AR, VR, and 3D Printing Bridge the Gap between Radiology and Surgery at UCSF

In this blog, we sit down with Dr. Jesse Courtier, Pediatric Radiologist, who specializes in utilizing augmented reality for research and patient care at UCSF.

At UCSF, we are a referral center for very complex surgeries across a number of subspecialties. As such, the degree of surgical case planning required is especially high. Medical imaging plays a critical role in this planning. We have found that 3D imaging provides surgeons with important additional conceptual information for planning these complex cases that is beyond what is achievable with simple 3D reconstruction on 2D displays. Personally, as a Pediatric Radiologist, the ability to convey complex information from the CTs and MRIs in a way that is clear and understandable to my surgical colleagues is critical. 

3D technologies such as 3D printing and AR, which is my area of focus, provide a powerful tool to help bridge the gap between the 2D world of radiology and the 3D real world of surgery. Further, from the surgical standpoint, finding methods to reduce the overall cognitive load encountered during these complex cases through sophisticated planning is an additional welcome benefit.

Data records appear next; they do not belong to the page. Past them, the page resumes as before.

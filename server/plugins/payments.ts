// Starts the local payments fake when PAYMENTS_FAKE=1 (the demo and the tests).
import { startPaymentsFake } from '../utils/payments-fake'
import { FAKE_WEBHOOK_SECRET, currentPaymentsFake, setCurrentPaymentsFake } from '../utils/payments'

export default defineNitroPlugin(async (nitro) => {
  const env = appEnv()
  if (!env.PAYMENTS_FAKE) return
  const fake = await startPaymentsFake({ port: env.PAYMENTS_FAKE_PORT, webhookUrl: `${env.APP_URL}/api/payments/webhook`, webhookSecret: FAKE_WEBHOOK_SECRET })
  setCurrentPaymentsFake(fake)
  useLogger().info({ url: fake.baseUrl }, 'payments fake listening (no real money)')
  nitro.hooks.hook('close', async () => {
    await currentPaymentsFake()?.close()
    setCurrentPaymentsFake(undefined)
  })
})
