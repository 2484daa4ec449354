// On a database with no workshop, prints the first-run set-up code at boot
// (server/services/setup.ts). A database that is not reachable yet is left to the set-up page,
// which prints a code when it is opened.
import { ensureSetupCode } from '../services/setup'

export default defineNitroPlugin(() => {
  ensureSetupCode().catch(err => useLogger().error({ err: { message: err instanceof Error ? err.message : String(err) } }, 'setup code not printed'))
})
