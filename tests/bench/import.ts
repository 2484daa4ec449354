/**
 * CSV import preview of 5,000 moulds (plain tsx script; `npm run bench` runs it): an invented
 * mould list in the export's columns goes through the real route (POST
 * /api/import/moulds/preview, multipart, as the lead) of a built server of its own; the time to
 * the full preview (every row checked against the workshop's codes and benches) is printed.
 * Goal: under 3 s. The job-items half of the issue's figure waits for the job import. Prints
 * figures; never asserts.
 */
import { performance } from 'node:perf_hooks'
import { benchDatabase, DEMO_PASSWORD, DEMO_USERS, signIn, startBenchServer } from './lib/app'
import { record } from './lib/results'

const MOULDS = 5000
const RUNS = 3
const GOAL_S = 3

function csv() {
  const lines = ['code,casts,material,bench,cavity (L),cast length (m),prep (min),clean-out (min),maximum dwell (min),pulls,expected pulls,state,state reason']
  const materials = ['silicone', 'polyurethane', 'grp_case', 'plaster_piece', 'gelatine']
  for (let i = 0; i < MOULDS; i++) {
    lines.push(`BM-${String(i).padStart(5, '0')},Bench cornice ${i},${materials[i % 5]},,${(1 + (i % 40) / 10).toFixed(1)},${i % 3 ? '' : '1.2'},10,10,120,${i % 50},200,ready,`)
  }
  return lines.join('\n')
}

async function main() {
  const file = csv()
  const db = await benchDatabase()
  const app = await startBenchServer(db.url)
  try {
    const lead = await signIn(app.url, DEMO_USERS.find(u => u.key === 'lead')!.email, DEMO_PASSWORD)
    const times: number[] = []
    for (let i = 0; i < RUNS; i++) {
      const form = new FormData()
      form.append('file', new Blob([file], { type: 'text/csv' }), 'moulds.csv')
      const t0 = performance.now()
      const r = await fetch(`${app.url}/api/import/moulds/preview`, { method: 'POST', headers: { cookie: lead }, body: form })
      const body = await r.json() as { rowCount: number; problemRows: number }
      times.push(performance.now() - t0)
      if (r.status !== 200 || body.rowCount !== MOULDS) throw new Error(`preview answered ${r.status}: ${JSON.stringify(body).slice(0, 300)}`)
    }
    const best = Math.min(...times) / 1000
    console.log(`import preview: ${MOULDS} moulds, ${(file.length / 1024).toFixed(0)} KB CSV, ${RUNS} runs`)
    console.log(`  answered in ${times.map(t => `${(t / 1000).toFixed(2)} s`).join(', ')}   (goal < ${GOAL_S} s)`)
    record({ name: `import preview, ${MOULDS} moulds`, value: `${best.toFixed(2)} s`, target: `< ${GOAL_S} s`, met: best < GOAL_S, note: `${(file.length / 1024).toFixed(0)} KB CSV, best of ${RUNS}` })
  }
  finally {
    await app.stop()
    db.stop()
  }
}

main().catch((err) => {
  console.error(err)
  process.exit(1)
})
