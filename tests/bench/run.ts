/**
 * Runs every benchmark script in tests/bench (each a plain tsx script that prints its figures),
 * one after another so they do not compete for the machine's cores, against one throwaway
 * PostgreSQL with the demo workshop (BENCH_DATABASE_URL). Each script reports its headline
 * figures through lib/results.ts; at the end they are printed as one table (figure, target, met?)
 * and written with the date and the machine to test-output/bench.json and test-output/bench.md;
 * a run of every script also rewrites tests/bench/results.md, the table the README links. Exits non-zero only when a script crashes; timings are never asserted.
 * `npm run bench -- readers realtime` runs only the scripts whose names contain those words.
 */
import { spawnSync } from 'node:child_process'
import { existsSync, mkdirSync, mkdtempSync, readFileSync, readdirSync, rmSync, writeFileSync } from 'node:fs'
import { cpus, loadavg, tmpdir, totalmem } from 'node:os'
import { fileURLToPath } from 'node:url'
import { dirname, join } from 'node:path'
import { startThrowawayDb } from '../setup/throwaway-db'
import { seedIfEmpty } from '../../db/local/cluster'
import { buildIsStale } from '../../db/local/build'
import { root } from '../../db/local/config'
import type { Figure } from './lib/results'

const here = dirname(fileURLToPath(import.meta.url))
const only = process.argv.slice(2)
const scripts = readdirSync(here).filter(f => f.endsWith('.ts') && f !== 'run.ts')
  .filter(f => !only.length || only.some(o => f.includes(o))).sort()

function machine() {
  const c = cpus()
  return {
    cores: c.length,
    cpu: c[0]?.model.trim() ?? 'unknown',
    memoryGb: Math.round(totalmem() / 1024 ** 3),
    node: process.version,
    loadAverage1m: Number(loadavg()[0]!.toFixed(2)),
  }
}

function table(figures: Figure[]) {
  const rows = figures.map(f => [f.name, f.value, f.target ?? '', f.met === undefined ? '' : f.met ? 'yes' : 'NO'])
  const head = ['figure', 'measured', 'target', 'met?']
  const widths = head.map((h, i) => Math.max(h.length, ...rows.map(r => r[i]!.length)))
  const line = (r: string[]) => r.map((c, i) => c.padEnd(widths[i]!)).join('  ')
  return [line(head), line(widths.map(w => '-'.repeat(w))), ...rows.map(line)].join('\n')
}

function markdown(figures: Figure[], at: Date, m: ReturnType<typeof machine>, loadAfter: number) {
  const rows = figures.map(f => `| ${f.name} | ${f.value} | ${f.target ?? ''} | ${f.met === undefined ? '' : f.met ? 'yes' : '**no**'} | ${f.note ?? ''} |`)
  return [
    `Measured ${at.toISOString().slice(0, 10)} on ${m.cores} cores (${m.cpu}), ${m.memoryGb} GB, Node ${m.node}; `
    + `load average ${m.loadAverage1m} at the start and ${loadAfter.toFixed(2)} at the end.`,
    '',
    '| figure | measured | target | met? | beside it |',
    '|---|---|---|---|---|',
    ...rows,
    '',
  ].join('\n')
}

async function main() {
  if (!existsSync(join(root, '.output/server/index.mjs'))) throw new Error('no build in .output: run `npx nuxt build` first')
  if (buildIsStale()) console.warn('bench: WARNING the build in .output is older than the sources; figures are for the old build (run `npx nuxt build`)')
  const started = new Date()
  const m = machine()
  const resultsDir = mkdtempSync(join(tmpdir(), 'setline-bench-'))
  const resultsFile = join(resultsDir, 'figures.jsonl')
  writeFileSync(resultsFile, '')
  console.log('bench: starting a throwaway PostgreSQL…')
  const db = await startThrowawayDb()
  let failed = 0
  try {
    await seedIfEmpty(db.url)
    for (const script of scripts) {
      console.log(`\n== ${script}`)
      const run = spawnSync(process.execPath, ['--import', 'tsx', join(here, script)], {
        stdio: 'inherit', env: { ...process.env, BENCH_DATABASE_URL: db.url, BENCH_RESULTS: resultsFile },
      })
      if (run.status !== 0) {
        failed++
        console.error(`${script} exited with ${run.status ?? run.signal}`)
      }
    }
  }
  finally {
    db.stop()
  }
  const figures = readFileSync(resultsFile, 'utf8').split('\n').filter(Boolean).map(l => JSON.parse(l) as Figure)
  rmSync(resultsDir, { recursive: true, force: true })
  const loadAfter = loadavg()[0]!
  console.log(`\n== summary (${started.toISOString().slice(0, 10)}, ${m.cores} cores, Node ${m.node}, load ${m.loadAverage1m} → ${loadAfter.toFixed(2)})\n`)
  console.log(table(figures))
  const out = join(root, 'test-output')
  mkdirSync(out, { recursive: true })
  writeFileSync(join(out, 'bench.json'), JSON.stringify({ measuredAt: started.toISOString(), machine: { ...m, loadAverage1mAfter: loadAfter }, figures }, null, 2) + '\n')
  writeFileSync(join(out, 'bench.md'), markdown(figures, started, m, loadAfter))
  console.log('\nwritten: test-output/bench.json, test-output/bench.md')
  if (!only.length && !failed) {
    writeFileSync(join(here, 'results.md'), `# Benchmark figures\n\nWritten by \`npm run bench\` (every script; tests/bench/run.ts). ${markdown(figures, started, m, loadAfter)}`)
    console.log('written: tests/bench/results.md (the table the README links)')
  }
  process.exitCode = failed ? 1 : 0
}

main().catch((err) => {
  console.error(err)
  process.exit(1)
})
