/**
 * Register CSV export speed (plain tsx script; `npm run bench` runs it through run.ts). A job of
 * the demo workshop gets 100,000 demoulded pours on a mould of its own, inserted in one statement
 * just before the export (so PostgreSQL has no statistics for them yet, as in the API test);
 * the lead downloads GET /api/jobs/[id]/register/export from a built server of its own. Prints
 * rows per second, the file size and the server's peak memory, beside one plain SELECT of the
 * same pours read whole by the bench (the floor of what any export could do). Never asserts.
 */
import { performance } from 'node:perf_hooks'
import { randomUUID } from 'node:crypto'
import knex from 'knex'
import { benchDatabase, DEMO_PASSWORD, DEMO_USERS, procKb, signIn, startBenchServer, watchPeakRss } from './lib/app'
import { mb } from './lib/stats'
import { record } from './lib/results'

const ROWS = 100_000
/** Hours from here on, on a mould of the bench's own: clear of every test's and bench's pours. */
const START = '2040-01-01T00:00:00Z'

async function seed(url: string) {
  const k = knex({ client: 'pg', connection: url, pool: { min: 0, max: 1 } })
  try {
    const lead = await k('users').where({ email: DEMO_USERS[0].email }).first('workshop_id')
    const ws = Number(lead.workshop_id)
    const tag = `bench-${randomUUID().slice(0, 6)}`
    const caster = await k('users').where({ email: DEMO_USERS.find(u => u.key === 'caster1')!.email }).first('id')
    const grade = await k('plaster_grades').where({ workshop_id: ws }).orderBy('id').first('id')
    const id = async (table: string, row: Record<string, unknown>) => Number((await k(table).insert({ workshop_id: ws, ...row }).returning('id'))[0].id)
    const mould = await id('moulds', { code: `${tag}-M`, casts: 'Benchmark cornice', material: 'silicone', cavity_litres: 2, prep_minutes: 10, clean_minutes: 10, max_dwell_minutes: 240 })
    const job = await id('jobs', { code: `${tag}-J`, title: 'Register benchmark' })
    const item = await id('job_items', { job_id: job, mould_id: mould, description: 'Benchmark lengths', pieces_needed: ROWS, grade_id: grade.id, consistency: 70 })
    const lot = await id('plaster_lots', { grade_id: grade.id, lot_code: `${tag}-L`, bags_received: 10, bag_kg: 25, received_on: '2026-01-01' })
    await k.raw(`INSERT INTO pours (workshop_id, job_item_id, mould_id, caster_id, grade_id, lot_id, consistency, slot, mix_at,
        demould_open_at, demould_close_at, state, plaster_kg_planned, water_kg_planned, plaster_kg_actual, water_kg_actual,
        shop_temp_c, water_temp_c, mixing_at, poured_at, demoulded_at, result, defect)
      SELECT :ws, :item, :mould, :caster, :grade, :lot, 70, tstzrange(t, t + interval '50 minutes'), t + interval '5 minutes',
        t + interval '30 minutes', t + interval '45 minutes', 'demoulded', 2, 1.4, 2, 1.4, 18, 18,
        t + interval '5 minutes', t + interval '8 minutes', t + interval '40 minutes',
        CASE WHEN s.i % 17 = 0 THEN 'defect' ELSE 'sound' END, CASE WHEN s.i % 17 = 0 THEN 'air holes' END
      FROM generate_series(0, :n - 1) AS s(i), LATERAL (SELECT CAST(:start AS timestamptz) + s.i * interval '1 hour' AS t) x`,
    { ws, item, mould, caster: caster.id, grade: grade.id, lot, n: ROWS, start: START })
    return { job, item }
  }
  finally {
    await k.destroy()
  }
}

async function main() {
  const db = await benchDatabase()
  const app = await startBenchServer(db.url)
  try {
    const lead = await signIn(app.url, DEMO_USERS[0].email, DEMO_PASSWORD)
    const { job, item } = await seed(db.url)
    const idleKb = procKb(app.pid, 'VmRSS')
    const watch = watchPeakRss(app.pid)
    const t0 = performance.now()
    const res = await fetch(`${app.url}/api/jobs/${job}/register/export`, { headers: { cookie: lead } })
    if (res.status !== 200) throw new Error(`export answered ${res.status}`)
    let lines = 0
    let bytes = 0
    for await (const chunk of res.body as unknown as AsyncIterable<Uint8Array>) {
      bytes += chunk.length
      for (const b of chunk) if (b === 10) lines++
    }
    const seconds = (performance.now() - t0) / 1000
    const peakKb = watch.stop()
    const k = knex({ client: 'pg', connection: db.url, pool: { min: 0, max: 1 } })
    const s0 = performance.now()
    const { rows } = await k.raw('SELECT p.* FROM pours p WHERE p.job_item_id = ? ORDER BY p.id', [item])
    const sqlSeconds = (performance.now() - s0) / 1000
    await k.destroy()
    const rate = (lines - 1) / seconds
    console.log(`register CSV export: ${lines - 1} rows, ${(bytes / 1e6).toFixed(1)} MB in ${seconds.toFixed(1)} s = ${rate.toFixed(0)} rows/s`)
    console.log(`  beside it: one SELECT of the same ${rows.length} pour rows read whole in ${sqlSeconds.toFixed(1)} s (${(rows.length / sqlSeconds).toFixed(0)} rows/s)`)
    console.log(`  server RSS ${mb(idleKb)} before, peak ${mb(peakKb)} during the export`)
    record({ name: 'register CSV export, 100,000 rows', value: `${seconds.toFixed(1)} s (${(rate / 1000).toFixed(1)}k rows/s)`, target: '< 5 s', met: seconds < 5, note: `${(bytes / 1e6).toFixed(1)} MB; plain SELECT of the pours ${sqlSeconds.toFixed(1)} s; server peak RSS ${mb(peakKb)}` })
  }
  finally {
    await app.stop()
    db.stop()
  }
}

main().catch((err) => {
  console.error(err)
  process.exit(1)
})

While I see applications for AR across a number of fields, we have found certain subspecialties that are especially amenable to planning with AR. Specialties such as orthopaedics, cardiothoracic surgery, interventional cardiology, liver transplant, and pediatric surgery are among the fields which deal with challenges of high visual-spatial complexity and extensive anatomic variation in their cases. I have made more than 80 AR models at UCSF across a number of subspecialties. Some specific examples include complex pediatric elbow fractures, deformity repairs, large liver tumors, and a very complex congenital cardiac case. 

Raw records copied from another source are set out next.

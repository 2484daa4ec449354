// Starts the in-process SMTP fake when MAIL_FAKE=1, the outbox worker and the overdue-demould check.
import { notifyOverdueDemoulds } from '../services/notify'

export default defineNitroPlugin(async (nitro) => {
  const env = appEnv()
  if (env.MAIL_FAKE) {
    const fake = await startSmtpFake(env.SMTP_PORT, env.SMTP_HOST)
    setCurrentSmtpFake(fake)
    console.log(`setline: SMTP fake listening on ${env.SMTP_HOST}:${fake.port} (captured mail: /lead/mails)`)
  }
  const timer = setInterval(() => {
    deliverDueMail().catch(err => console.error('mail worker:', err instanceof Error ? err.message : err))
  }, env.MAIL_WORKER_INTERVAL_MS)
  timer.unref()
  // the overdue-demould check has its own, slower clock: it scans pours, the outbox does not
  const overdue = setInterval(() => {
    notifyOverdueDemoulds(useDb()).catch(err => console.error('overdue check:', err instanceof Error ? err.message : err))
  }, env.OVERDUE_CHECK_INTERVAL_MS)
  overdue.unref()
  nitro.hooks.hook('close', async () => {
    clearInterval(timer)
    clearInterval(overdue)
    await currentSmtpFake()?.close()
    setCurrentSmtpFake(undefined)
    await closeDb()
  })
})
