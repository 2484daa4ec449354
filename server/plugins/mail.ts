// Starts the in-process SMTP fake when MAIL_FAKE=1, and this instance's worker of the background
// queue (server/utils/jobs.ts): mail sending and retries, the overdue-demould check and the
// nightly clean-up, each run once across all instances.
import { notifyOverdueDemoulds } from '../services/notify'
import { cleanUpOldRows } from '../services/cleanup'

export default defineNitroPlugin(async (nitro) => {
  const env = appEnv()
  const log = useLogger()
  if (env.MAIL_FAKE) {
    const fake = await startSmtpFake(env.SMTP_PORT, env.SMTP_HOST)
    setCurrentSmtpFake(fake)
    log.info(`SMTP fake listening on ${env.SMTP_HOST}:${fake.port} (captured mail: /lead/mails)`)
  }
  let stopped = false
  const handlers: JobHandlers = {
    'mail-now': deliverDueMail,
    'mail-sweep': deliverDueMail,
    'overdue-check': async () => (await notifyOverdueDemoulds(useDb())) ?? 0,
    'cleanup': async () => {
      const r = await cleanUpOldRows()
      return r.mail + r.actions + r.limits
    },
  }
  // the database may be away at boot: pages answer 503 meanwhile, and the queue starts once it is back
  const starting = (async () => {
    for (let wait = 1000; !stopped; wait = Math.min(wait * 2, 30_000)) {
      try {
        const work = await startBackgroundWork(env.DATABASE_URL, handlers)
        if (stopped) return await work.stop()
        return setBackgroundWork(work)
      }
      catch (err) {
        log.error({ err: { message: err instanceof Error ? err.message : String(err) } }, `background work did not start; trying again in ${wait / 1000} s`)
        await new Promise(r => setTimeout(r, wait).unref())
      }
    }
  })()
  nitro.hooks.hook('close', async () => {
    stopped = true
    await starting
    await currentBackgroundWork()?.stop()
    setBackgroundWork(undefined)
    await currentSmtpFake()?.close()
    setCurrentSmtpFake(undefined)
    await closeDb()
  })
})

We are also researching mobile AR technology applications in medical student anatomy small group sessions. In addition, we are also beginning to investigate AR in patient education settings in congenital heart disease. We are excited about exploring the potential for improved patient compliance and overall lower anxiety with an improved understanding of their conditions.

I believe AR complements 3D printing by allowing for rapid prototyping and iterative model improvement in an economical and environmentally friendly way. Models can be repeatedly tested and viewed at full anatomical scale without regard to some of the constraints of physical models (gravity, thickness, printer size, cost). It also allows for remote collaboration through the sharing of 3D models with colleagues without the need for physical modeling.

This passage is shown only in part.